Cautionary Note Regarding Forward-Looking Statements

This news release contains certain forward-looking statements and forward-looking information, as defined under applicable U.S. and Canadian securities laws (collectively, "forward-looking statements"). The words "will", "intend", "anticipate", "could", "should", "may", "might", "expect", "estimate", "forecast", "plan", "potential", "project", "assume", "contemplate", "believe", "shall", "scheduled", and similar terms and, within this news release, include, without limitation, any statements (express or implied) respecting: statements with respect to completion of the Plan of Arrangement; the satisfaction of the conditions precedent to the Plan of Arrangement; the timing of the Court's final approval; the Company delisting from the TSXV and ceasing to be a reporting issuer. Forward-looking statements are not guarantees of future performance, actions, or developments and are based on expectations, assumptions and other factors that management currently believes are relevant, reasonable, and appropriate in the circumstances.
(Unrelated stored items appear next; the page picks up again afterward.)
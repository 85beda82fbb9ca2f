using CdsNatremia.Service.Configuration;

var builder = WebApplication.CreateBuilder(args);
builder.AddNatremia();

var app = builder.Build();
app.UseNatremia();
app.Run();

/// <summary>The entry point; public so integration tests can host it.</summary>
public partial class Program;
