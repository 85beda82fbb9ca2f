using System.Text;
using BenchmarkDotNet.Running;

namespace CdsNatremia.Benchmarks;

/// <summary>
/// Entry point. <c>write-request FILE</c> writes the typical request (dated now) for the load run; <c>allocations [N] [handler|decide|rules]</c>
/// surveys which types the typical request allocates (<see cref="AllocationSurvey"/>); otherwise the
/// arguments go to BenchmarkDotNet, with two conveniences: no filter means every benchmark, and <c>--quick</c> means
/// BenchmarkDotNet's short job (a fast sanity run, not a measurement). See docs/performance.md.
/// </summary>
internal static class BenchmarkProgram
{
    public static int Main(string[] args)
    {
        if (args.Length == 2 && args[0] == "write-request")
        {
            File.WriteAllBytes(args[1], TypicalRequest.Utf8(DateTimeOffset.UtcNow));
            Console.WriteLine($"Wrote the typical request ({new FileInfo(args[1]).Length} bytes) to {args[1]}");
            return 0;
        }

        if (args.Length is >= 1 and <= 3 && args[0] == "allocations")
        {
            return AllocationSurvey.Run(
                args.Length >= 2 ? int.Parse(args[1], System.Globalization.CultureInfo.InvariantCulture) : 2000,
                args.Length == 3 ? args[2] : "handler");
        }

        var list = args.SelectMany(a => a == "--quick" ? new[] { "--job", "short" } : [a]).ToList();
        if (!list.Any(a => a is "--filter" or "-f" or "--list" or "--help" or "-h" or "--version"))
        {
            list.AddRange(["--filter", "*"]);
        }

        Console.OutputEncoding = Encoding.UTF8;
        var summaries = BenchmarkSwitcher.FromAssembly(typeof(BenchmarkProgram).Assembly).Run([.. list]);
        return summaries.Any(s => s.HasCriticalValidationErrors || s.Reports.Any(r => !r.Success)) ? 1 : 0;
    }
}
Although management believes that the forward-looking statements herein are reasonable, actual results could be substantially different due to the risks and uncertainties associated with and inherent to the Company (as more particularly described in our continuous disclosure filings available under the Company's SEDAR+ profile at www.sedarplus.ca and at www.sec.gov), as well as the following particular risks: risks that a condition precedent to the Plan of Arrangement may not be satisfied; risks that the requisite Court or other applicable approvals for the Plan of Arrangement may not be obtained or be obtained; potential legal proceedings relating to the Plan of Arrangement and the outcome of any such legal proceeding; and risks of not achieving all or any of the anticipated benefits of the Plan of Arrangement, or the risk that the anticipated benefits of the Plan of Arrangement may not be fully realized or take longer to realize than expected; the occurrence of any event, change or other circumstances that could give rise to the termination of the Arrangement Agreement; the risk that the Plan of Arrangement will not be consummated within the expected time period, or at all. These forward-looking statements are made as of the date hereof and, except as required under applicable securities legislation, the Company does not assume any obligation to update or revise them to reflect new events or circumstances.